By Gregor Stuart Hunter
SINGAPORE, June 4 (Reuters) – Asian stocks fell on Thursday as renewed fighting between the U.S. and Iran rattled investors, although oil slipped from recent highs after Israel and Lebanon agreed to a ceasefire.
MSCI’s broadest index of Asia-Pacific shares outside Japan was down 1.6%, while S&P 500 e-mini futures slipped 0.4%. Korean shares reopened as much as 2.6% lower after a holiday, while Japan’s Nikkei 225 slumped 1.4%.
“Financial markets shifted back into a risk-off mode as the U.S. and Iran exchanged fire again,” analysts from Westpac wrote in a research report.
Stocks on Wall Street dropped overnight, with the S&P 500 falling 0.7% and oil prices rising around 2% as talks between Tehran and Washington showed little progress and hostilities erupted anew.
Traders looked through better-than-expected U.S. ISM services sector PMI data, which rose in May as businesses preemptively placed orders and rebuilt inventories in anticipation of shortages and higher prices because of the Iran war.
Brent crude futures were 0.7% lower at $97.14 a barrel as trading resumed on Thursday after Lebanon and Israel agreed to implement a ceasefire, which is contingent on a complete cessation of fire from the Iran-aligned Hezbollah militia and the evacuation of all its operatives from the South Litani sector. The two sides had agreed last month to a ceasefire but hostilities had continued.
The Republican-led U.S. House of Representatives approved a war powers resolution on Wednesday to block President Donald Trump from continuing the conflict against Iran. The measure is largely symbolic as it must still pass the Senate and would need a two-thirds majority in both chambers to override an almost certain presidential veto.

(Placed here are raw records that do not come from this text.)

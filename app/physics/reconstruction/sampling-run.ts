import type { SamplingResult, TraceTableResult } from '#app/physics/model/sampling.ts';
import type { Mark, Miss } from '#app/physics/alignment.ts';
import { coneAbsorptance, ignitionTime } from '#app/physics/heating/ignition.ts';
import { absorptanceBand, roundBand } from '#app/physics/heating/outcomes.ts';
import { lateralToleranceM, markHalfM, surveySigmaM } from '#app/physics/lit.ts';
import type { Beam, FocusModel } from '#app/physics/optics/closed-form/beam.ts';
import type { Optic } from '#app/physics/optics/optic.ts';
import type { Reach } from '#app/physics/reach.ts';
import type { DirectBeam } from '#app/physics/sky/direct-beam.ts';
import { samplingSigmas } from '#app/physics/sampling-sigmas.data.ts';
import { extraterrestrialWm2 } from '#app/physics/sky/extraterrestrial.ts';
import type { SpotMotion } from '#app/physics/trail.ts';
import { samplePlan, type BeamSpread, type IgnitionPlan, type PlaceInBeam, type Sampling, type SamplingPlan, type TrackPoint } from '#app/physics/uncertainty.ts';
import { roundSignificant } from '#app/physics/units.ts';
import { cross, dot, unit, type Vector } from '#app/physics/vector.ts';
import type { Setting } from './setting.ts';
import { traceTable, type TraceTable } from './trace-table.ts';
import type { TracedFocus } from './traced-focus.ts';
import { lightReaches, markDiscM, type JudgedMinute } from './window.ts';

const defaultSamples = 4096;

/** One sigma of a measured beam by kind. Measured 3–5 %, archive 20 %: common practice. */
const beamSigma = { measured: 0.04, derived: 0.1, 'hourly-archive': 0.2 } as const;

function beamSpread(minute: JudgedMinute, light: DirectBeam, setting: Setting): BeamSpread | null {
  if (light.likelyWm2 === null) return null;
  if (light.measuredWm2 !== null && setting.series !== null) {
    return { kind: 'relative', likelyWm2: light.measuredWm2, sigma: beamSigma[setting.series.basis] };
  }
  return {
    kind: 'class',
    apparentElevationDeg: minute.sun.apparentElevationDeg,
    extraterrestrialWm2: extraterrestrialWm2(minute.sun.distanceAu, setting.site.air.solarConstantWm2),
    elevationM: setting.input.place.elevationM,
    air: setting.site.air,
  };
}

/** Level and upright unit vectors across the line of sight to the mark. */
function sightFrame(mark: Mark): readonly [Vector, Vector] {
  const level = Math.abs(mark.towards[2]) > 0.9999 ? ([1, 0, 0] as const) : unit(cross(mark.towards, [0, 0, 1]));
  return [level, unit(cross(level, mark.towards))];
}

/** Minutes of the best minute's own day in which the shifted mark could lie on the spot. */
function candidates(judged: readonly JudgedMinute[], best: JudgedMinute, mark: Mark): readonly JudgedMinute[] {
  const reachM = (best.miss?.lateralM ?? 0) + 5 * surveySigmaM(mark) + 0.05 * mark.distanceM;
  const day = (minute: JudgedMinute): number => Math.floor(minute.sun.utcMs / 86_400_000);
  // Every day repeats nearly the same track, so the best minute's own day stands for its neighbours.
  const own = judged.filter((minute) => day(minute) === day(best) && minute.miss !== null && lightReaches(minute) && minute.miss.lateralM <= reachM);
  const thinned = own.length > 240 ? own.filter((minute, index) => minute === best || index % Math.ceil(own.length / 240) === 0) : own;
  return thinned.includes(best) ? thinned : [best];
}

/** What the optic, the target and the traces of the best minute bring to the sampling. */
export interface SamplingParts {
  readonly light: DirectBeam;
  readonly traced: TracedFocus | null;
  readonly motion: SpotMotion | null;
}

/** Times to ignition for samples: the mean of the products on file, from the fresh to the charred end of the absorptance. */
function ignitionPlan(setting: Setting, { traced, motion }: SamplingParts): IgnitionPlan | null {
  const { material, input, reach } = setting;
  const absorptance = material === null ? null : absorptanceBand(material, input.target?.solarAbsorptance);
  if (material === null || absorptance === null || material.ignition.length === 0 || reach === null || traced === null || motion === null || motion.speedMPerS === 0) return null;
  const critical = material.criticalFlux?.low ?? 0;
  return {
    secondsAt: (fluxKwm2, share) => {
      const effective = ((absorptance.low + share * (absorptance.high - absorptance.low)) / coneAbsorptance) * fluxKwm2;
      if (effective < critical) return null;
      const times = material.ignition.map((series) => ignitionTime(series, effective).seconds).filter((seconds) => seconds !== null);
      return times.length === 0 ? null : times.reduce((sum, seconds) => sum + seconds, 0) / times.length;
    },
    dwellS: (beamWm2) => (beamWm2 <= 0 ? 0 : traced.contourWidthM((reach.thresholdKwm2 * 1000) / beamWm2) / motion.speedMPerS),
  };
}

/** Relative distances between which the samples lie: four sigmas of the optic and of the survey. */
function relativeSpan(mark: Mark, opticSigmaRel: number): readonly [near: number, far: number] {
  const span = 4 * opticSigmaRel + (4 * mark.sigmaAxialM) / mark.distanceM + 0.02;
  return [Math.max(0.02, 1 - Math.min(0.9, span)), 1 + span];
}

/** Everything known that a plan is made of. */
interface Known {
  readonly model: FocusModel;
  readonly mark: Mark;
  readonly reach: Reach;
  readonly optic: Optic;
  readonly beam: Beam;
  readonly miss: Miss;
  readonly best: JudgedMinute;
  readonly minutes: readonly JudgedMinute[];
  readonly level: Vector;
  readonly upright: Vector;
}

function tableFor({ model, mark, reach, beam, miss, best, minutes, level, upright }: Known, traced: TracedFocus, opticSigmaRel: number): TraceTable | null {
  const [nearRel, farRel] = relativeSpan(mark, opticSigmaRel);
  return traceTable({
    request: traced.request, nominal: traced.traced, optic: traced.request.optic, startsAt: model.startsAt, markNormal: mark.normal, level, upright,
    track: minutes, bestIndex: minutes.indexOf(best), best: beam, alongM: miss.alongM, nearRel, farRel,
    widestM: Math.max(8 * reach.spotRadiusM, miss.lateralM + 5 * surveySigmaM(mark)), sigmaOpticRel: opticSigmaRel,
  });
}

/** Unit across the line of a line focus, in the frame of the line of sight. */
function acrossLine({ beam, level, upright }: Known): readonly [number, number] | null {
  if (beam.across === null) return null;
  const [x, y] = [dot(beam.across, level), dot(beam.across, upright)];
  const norm = Math.hypot(x, y) || 1;
  return [x / norm, y / norm];
}

function planOf(known: Known, parts: SamplingParts, spread: BeamSpread, concentrationAt: SamplingPlan['concentrationAt'], setting: Setting): SamplingPlan {
  const { model, mark, reach, optic, minutes, level, upright } = known;
  const { light, traced, motion } = parts;
  const speed = motion?.speedMPerS ?? 0;
  const unitMotion: Vector = motion === null || speed === 0 ? [0, 0, 0] : unit(motion.velocity);
  return {
    track: minutes.flatMap(({ miss }): TrackPoint[] => (miss === null ? [] : [{ levelM: dot(miss.sideways, level), uprightM: dot(miss.sideways, upright), alongM: miss.alongM }])),
    motionLevel: dot(unitMotion, level),
    motionUpright: dot(unitMotion, upright),
    speedMPerS: speed,
    lineAcross: acrossLine(known),
    sigmaLevelM: mark.sigmaLevelM,
    sigmaUprightM: mark.sigmaUprightM,
    sigmaAxialM: mark.sigmaAxialM,
    sigmaClockS: setting.input.window.clockSigmaS,
    sigmaOpticRel: setting.opticSigmaRel,
    beam: spread,
    transmittance: light.transmittance,
    sigmaTransmittanceRel: setting.opening === undefined || setting.opening.transmittance >= 1 ? 0 : samplingSigmas.glass.sigmaRel,
    sigmaThroughputRel: 'reflectance' in optic || 'transmittance' in optic ? samplingSigmas.throughput.sigmaRel : 0,
    lnPerSlopeSigma: traced?.lnPerSlopeSigma ?? 0,
    lateralToleranceM: lateralToleranceM(reach, mark, model.focusKind),
    markHalfM: markHalfM(mark, model.focusKind),
    nearM: reach.nearM,
    farM: reach.farM,
    concentrationAt,
    ignition: ignitionPlan(setting, parts),
  };
}

/** The sampling with the table that it reads. */
export interface SampledRun {
  readonly sampling: Sampling;
  readonly table: TraceTableResult | null;
}

/** Samples the inputs' uncertainties about the best minute; null where something that this needs is unknown. */
export function sampleAt(judged: readonly JudgedMinute[], best: JudgedMinute, parts: SamplingParts, setting: Setting): SampledRun | null {
  const { model, mark, reach, input } = setting;
  const { optic } = input;
  const { beam, miss } = best;
  const spread = beamSpread(best, parts.light, setting);
  if (model === null || mark === null || reach === null || beam === null || miss === null || spread === null || optic === undefined) return null;
  const [level, upright] = sightFrame(mark);
  const known: Known = { model, mark, reach, optic, beam, miss, best, minutes: candidates(judged, best, mark), level, upright };
  const table = parts.traced === null ? null : tableFor(known, parts.traced, setting.opticSigmaRel);
  const cosine = Math.max(0, -dot(beam.direction, mark.normal));
  const closedForm = (place: PlaceInBeam): number => cosine * beam.concentration(place.alongM / place.opticScale, Math.hypot(place.levelM, place.uprightM), markDiscM);
  const plan = planOf(known, parts, spread, table?.concentrationAt ?? closedForm, setting);
  return { sampling: samplePlan(plan, input.samples ?? defaultSamples, input.seed), table: table?.summary ?? null };
}

/** Fluxes whose probability is reported. [kW/m²] */
const probabilityThresholds = [1.5, 5, 10, 12.5, 20, 25, 50] as const;

export function samplingResult({ sampling, table }: SampledRun, setting: Setting): SamplingResult {
  const mm = (band: { low: number; mid: number; high: number }) =>
    roundBand({ low: band.low * 1000, mid: band.mid * 1000, high: band.high * 1000 });
  return {
    samples: setting.input.samples ?? defaultSamples,
    alignedShare: roundSignificant(sampling.aligned, 3),
    missLateralMm: mm(sampling.lateralM),
    fluxKwm2: roundBand(sampling.fluxKwm2),
    fluxOver: probabilityThresholds.map((thresholdKwm2) => ({ thresholdKwm2, share: roundSignificant(sampling.fluxOver(thresholdKwm2), 3) })),
    ignitedWithinDwellShare: sampling.ignited === null ? null : roundSignificant(sampling.ignited, 3),
    convergenceKwm2: roundSignificant(Math.abs(sampling.fluxKwm2.mid - sampling.halfMedianKwm2), 2),
    halfSampleMedianKwm2: roundSignificant(sampling.halfMedianKwm2, 3),
    table,
    tornado: sampling.tornado.map((bar) => ({
      input: bar.input, lowKwm2: roundSignificant(bar.lowKwm2, 3), highKwm2: roundSignificant(bar.highKwm2, 3),
    })),
  };
}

Broadcom shares plunged more than 13% in extended trading after missing Wall Street expectations for second-quarter revenue on Wednesday, while its top executive left a previous 2027 sales forecast unchanged in a rare sign that the AI chipmaker may be losing steam.
In currency markets, the yen strengthened 0.1% to 159.91 per dollar, opening a little distance from the 160 level seen by traders as a trigger for intervention.

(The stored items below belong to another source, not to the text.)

import { eq } from 'drizzle-orm';
import { beforeAll, describe, expect, test } from 'vitest';
import { db } from '#db/client.server.ts';
import { cases } from '#db/schema/all.ts';
import type { Actor } from '#app/domain/roles.ts';
import { moveCase } from '#app/services/cases/move-case.server.ts';
import { actorOf, createAction, createActor, createCase, createFinding, createHouse, createHypothesis, createInvolvement, createPhoto, createReviewComment, createScene, createSite, createUser } from '#tests/support/factories.ts';
import type { House } from '#tests/support/factories.ts';
import { logOf, mailOf, refusal, stored } from './stage.ts';
import type { CaseRow } from './stage.ts';

let house: House;
beforeAll(async () => {
  house = await createHouse();
});

const move = (actor: Actor, row: CaseRow, moveId: string, more: Partial<Parameters<typeof moveCase>[0]> = {}) =>
  moveCase({ actor, caseNumber: row.number, moveId, version: row.version, reason: '', ...more });

const nextWeek = () => new Date(Date.now() + 7 * 86_400_000);

describe('every move', () => {
  test('writes the new state, raises the version, and logs from and to', async () => {
    const row = await createCase('reported', { site: house.site });
    const outcome = await move(house.investigator, row, 'open-triage');
    expect(outcome).toEqual({ state: 'triage', version: row.version + 1 });
    expect(await stored(row)).toMatchObject({ state: 'triage', version: row.version + 1 });
    expect(await logOf(row)).toMatchObject([{ event: 'case.first-looked', actorId: house.investigator.userId, before: { state: 'reported' }, after: { state: 'triage' } }]);
  });

  test('is refused on an older version, with who was faster and what they did', async () => {
    const row = await createCase('reported', { site: house.site });
    await move(house.investigator, row, 'open-triage');
    const error = await refusal(move(house.manager, row, 'open-triage'));
    expect(error.code).toBe('conflict');
    expect(error.message).toContain(house.investigator.displayName);
    expect(error.message).toContain('First look');
  });

  test('is made once when two people move at the same moment', async () => {
    const row = await createCase('reported', { site: house.site });
    const outcomes = await Promise.allSettled([move(house.investigator, row, 'open-triage'), move(house.manager, row, 'open-triage')]);
    expect(outcomes.map((outcome) => outcome.status).sort()).toEqual(['fulfilled', 'rejected']);
    expect(await logOf(row)).toHaveLength(1);
  });

  test('is refused from another state than its own', async () => {
    const row = await createCase('triage', { site: house.site });
    const error = await refusal(move(house.investigator, row, 'open-triage'));
    expect(error.code).toBe('invalid-state');
  });

  test('does not tell a stranger that the case exists', async () => {
    const row = await createCase('reported', { site: house.site });
    const stranger = await createActor((await createHouse()).organisation.id, 'investigator');
    expect((await refusal(move(stranger, row, 'open-triage'))).code).toBe('not-found');
    expect((await refusal(move(house.reporter, row, 'open-triage'))).code).toBe('not-found');
    expect((await refusal(move(house.administrator, row, 'open-triage'))).code).toBe('not-found');
  });

  test('is refused to an investigator of another site', async () => {
    const elsewhere = await createSite({ organisationId: house.organisation.id });
    const row = await createCase('reported', { site: house.site });
    const other = await createActor(house.organisation.id, { role: 'investigator', siteId: elsewhere.id });
    expect((await refusal(move(other, row, 'open-triage'))).code).toBe('not-found');
  });

  test.each(['mark-duplicate', 'straight-to-action', 'close-at-triage'])('%s needs a reason', async (moveId) => {
    const row = await createCase('triage', { site: house.site });
    const error = await refusal(move(house.investigator, row, moveId));
    expect(error.code).toBe('invalid-input');
    expect(error.fieldErrors['reason']).toHaveLength(1);
    expect(await stored(row)).toMatchObject({ state: 'triage', version: row.version });
  });
});

describe('returning to the reporter', () => {
  test('needs one question and a day in the future', async () => {
    const row = await createCase('triage', { site: house.site });
    const error = await refusal(move(house.investigator, row, 'return', { extra: { answerDueAt: new Date('2020-01-01T00:00:00Z') } }));
    expect(Object.keys(error.fieldErrors).sort()).toEqual(['answerDueAt', 'question']);
  });

  test('writes to a reporter with an account, without the question in the mail', async () => {
    const row = await createCase('triage', { site: house.site, reporterId: house.reporter.userId });
    await move(house.investigator, row, 'return', { extra: { question: 'Was the cover on the dish?', answerDueAt: nextWeek() } });
    const [message] = await mailOf(row);
    expect(message?.toAddress).toBe(house.reporter.email);
    expect(`${message?.subject} ${message?.bodyText}`).not.toContain('dish');
  });

  test('writes to a guest who left an address', async () => {
    const row = await createCase('triage', { site: house.site, guestReport: true });
    await createInvolvement({ caseId: row.id, role: 'reporter', email: 'guest@example.test' });
    await move(house.investigator, row, 'return', { extra: { question: 'Which window?', answerDueAt: nextWeek() } });
    expect((await mailOf(row)).map((message) => message.toAddress)).toEqual(['guest@example.test']);
  });

  test('lets the reporter answer at once, and an investigator only after the day', async () => {
    const row = await createCase('returned', { site: house.site, reporterId: house.reporter.userId, question: 'Which window?', answerDueAt: nextWeek() });
    const error = await refusal(move(house.investigator, row, 'answer', { extra: { answer: 'No answer came.' } }));
    expect(error.code).toBe('invalid-state');
    await move(house.reporter, row, 'answer', { extra: { answer: 'The left one.' } });
    expect(await stored(row)).toMatchObject({ state: 'triage', answer: 'The left one.', question: 'Which window?' });
    const late = await createCase('returned', { site: house.site, question: 'Which window?', answerDueAt: new Date(Date.now() - 86_400_000) });
    expect((await move(house.investigator, late, 'answer', { extra: { answer: 'No answer came.' } })).state).toBe('triage');
  });
});

describe('duplicates', () => {
  test('point to the main case and keep both', async () => {
    const main = await createCase('triage', { site: house.site });
    const row = await createCase('triage', { site: house.site });
    await move(house.investigator, row, 'mark-duplicate', { reason: 'Same planter.', extra: { mainCaseNumber: main.number } });
    expect(await stored(row)).toMatchObject({ state: 'duplicate', duplicateOfId: main.id, narrative: row.narrative });
    expect((await stored(main)).state).toBe('triage');
  });

  test('refuse themselves, other duplicates, and unseen cases', async () => {
    const row = await createCase('triage', { site: house.site });
    const duplicate = await createCase('duplicate', { site: house.site });
    const foreign = await createCase('triage', { site: (await createHouse()).site });
    for (const mainCaseNumber of [row.number, duplicate.number, foreign.number]) {
      const error = await refusal(move(house.investigator, row, 'mark-duplicate', { reason: 'Same mark.', extra: { mainCaseNumber } }));
      expect(error.fieldErrors['mainCaseNumber']).toHaveLength(1);
    }
  });

  test('cross sites only for a manager of both', async () => {
    const elsewhere = await createSite({ organisationId: house.organisation.id });
    const main = await createCase('triage', { site: elsewhere });
    const row = await createCase('triage', { site: house.site });
    const wish = { reason: 'Same mark.', extra: { mainCaseNumber: main.number } };
    expect((await refusal(move(house.investigator, row, 'mark-duplicate', wish))).code).toBe('forbidden');
    const half = await createActor(house.organisation.id, 'investigator', { role: 'manager', siteId: house.site.id });
    expect((await refusal(move(half, row, 'mark-duplicate', wish))).code).toBe('forbidden');
    expect((await move(house.manager, row, 'mark-duplicate', wish)).state).toBe('duplicate');
  });

  test('are undone without a reason for 30 days, and with one after', async () => {
    const main = await createCase('triage', { site: house.site });
    const fresh = await createCase('triage', { site: house.site });
    await move(house.investigator, fresh, 'mark-duplicate', { reason: 'Same mark.', extra: { mainCaseNumber: main.number } });
    await move(house.investigator, await stored(fresh), 'undo-duplicate');
    expect(await stored(fresh)).toMatchObject({ state: 'triage', duplicateOfId: null });
    const old = await createCase('duplicate', { site: house.site, duplicateOfId: main.id, reportedAt: new Date(Date.now() - 31 * 86_400_000) });
    expect((await refusal(move(house.investigator, old, 'undo-duplicate'))).fieldErrors['reason']?.[0]).toContain('30 days');
    expect((await move(house.investigator, old, 'undo-duplicate', { reason: 'Another pane after all.' })).state).toBe('triage');
  });
});

describe('leaving triage', () => {
  const ready = { eventType: 'near-miss', hazardStillPresent: 'no', risk: 'low' } as const;

  test('into investigation needs event, hazard control, investigator and risk, each named', async () => {
    const row = await createCase('triage', { site: house.site, hazardStillPresent: 'yes' });
    const error = await refusal(move(house.investigator, row, 'accept'));
    expect(error.code).toBe('invalid-state');
    expect(error.needs).toHaveLength(4);
    expect(error.needs.join(' ')).toMatch(/kind of event.*interim control.*investigator.*risk/u);
  });

  test('into investigation writes to the investigator, unless they named themselves', async () => {
    const other = await actorOf(await createUser({ organisationId: house.organisation.id, grants: ['investigator'] }));
    const row = await createCase('triage', { site: house.site, ...ready, assignedToId: other.userId });
    await move(house.investigator, row, 'accept');
    expect((await mailOf(row)).map((message) => message.toAddress)).toEqual([other.email]);
    const own = await createCase('triage', { site: house.site, ...ready, assignedToId: house.investigator.userId });
    await move(house.investigator, own, 'accept');
    expect(await mailOf(own)).toEqual([]);
  });

  test('straight to action only for an undesired circumstance with nobody hurt', async () => {
    const hurt = await createCase('triage', { site: house.site, eventType: 'undesired-circumstance', anyoneHurt: 'dont-know' });
    expect((await refusal(move(house.investigator, hurt, 'straight-to-action', { reason: 'Plain bowl on a sill.' }))).needs).toHaveLength(1);
    const row = await createCase('triage', { site: house.site, eventType: 'undesired-circumstance', anyoneHurt: 'no' });
    expect((await move(house.investigator, row, 'straight-to-action', { reason: 'Plain bowl on a sill.' })).state).toBe('corrective-action');
  });

  test('to closed needs a kind of reason from the list', async () => {
    const row = await createCase('triage', { site: house.site });
    expect((await refusal(move(house.investigator, row, 'close-at-triage', { reason: 'A shadow.', extra: { closeReason: 'bored' } }))).fieldErrors['closeReason']).toHaveLength(1);
    await move(house.investigator, row, 'close-at-triage', { reason: 'A shadow.', extra: { closeReason: 'not-heat-event' } });
    const closed = await stored(row);
    expect(closed).toMatchObject({ state: 'closed', closeReason: 'not-heat-event' });
    expect(closed.closedAt).not.toBeNull();
  });

  test('to closed needs a manager when somebody was hurt', async () => {
    const row = await createCase('triage', { site: house.site, anyoneHurt: 'yes' });
    const wish = { reason: 'Sent to the clinic.', extra: { closeReason: 'referred' } };
    expect((await refusal(move(house.investigator, row, 'close-at-triage', wish))).code).toBe('forbidden');
    expect((await move(house.manager, row, 'close-at-triage', wish)).state).toBe('closed');
  });
});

Chief Cabinet Secretary Minoru Kihara said on Thursday he expects the Bank of Japan to coordinate its policy steps with the government, after BOJ Governor Kazuo Ueda said the previous day that the central bank must discuss the pros and cons of raising interest rates if inflationary risks outweigh downside risks to the economy. The remarks were taken as signalling a strong chance of a rate hike this month.
The Aussie dollar got a lift after data showed Australia’s trade balance swung back into surplus in April after a surprise deficit the previous month, as a rebound in resource exports helped offset a surge in fuel imports. The currency later pared gains to trade flat.
The U.S. dollar index, which measures the greenback’s strength against a basket of six currencies, held steady at 99.45 after a three-day rally which took the currency to its strongest level since April 7.
The yield on the U.S. 10-year Treasury bond was flat at 4.489%.
Gold rose 0.9% at $4,473.61 per ounce, staying firmly within the trading channel it has sat in since the middle of last month.
Bitcoin fell 1.2% to $64,118.15, recovering slightly after tumbling to a four-month low, while ether was up 0.4% at $1,787.00.
Bitcoin has dropped as much as 17% in five straight days of declines, “undercut by a toxic combination of a stronger U.S. dollar and rising yields, alongside a shift toward more cautious risk sentiment,” IG analyst Tony Sycamore wrote in a client note.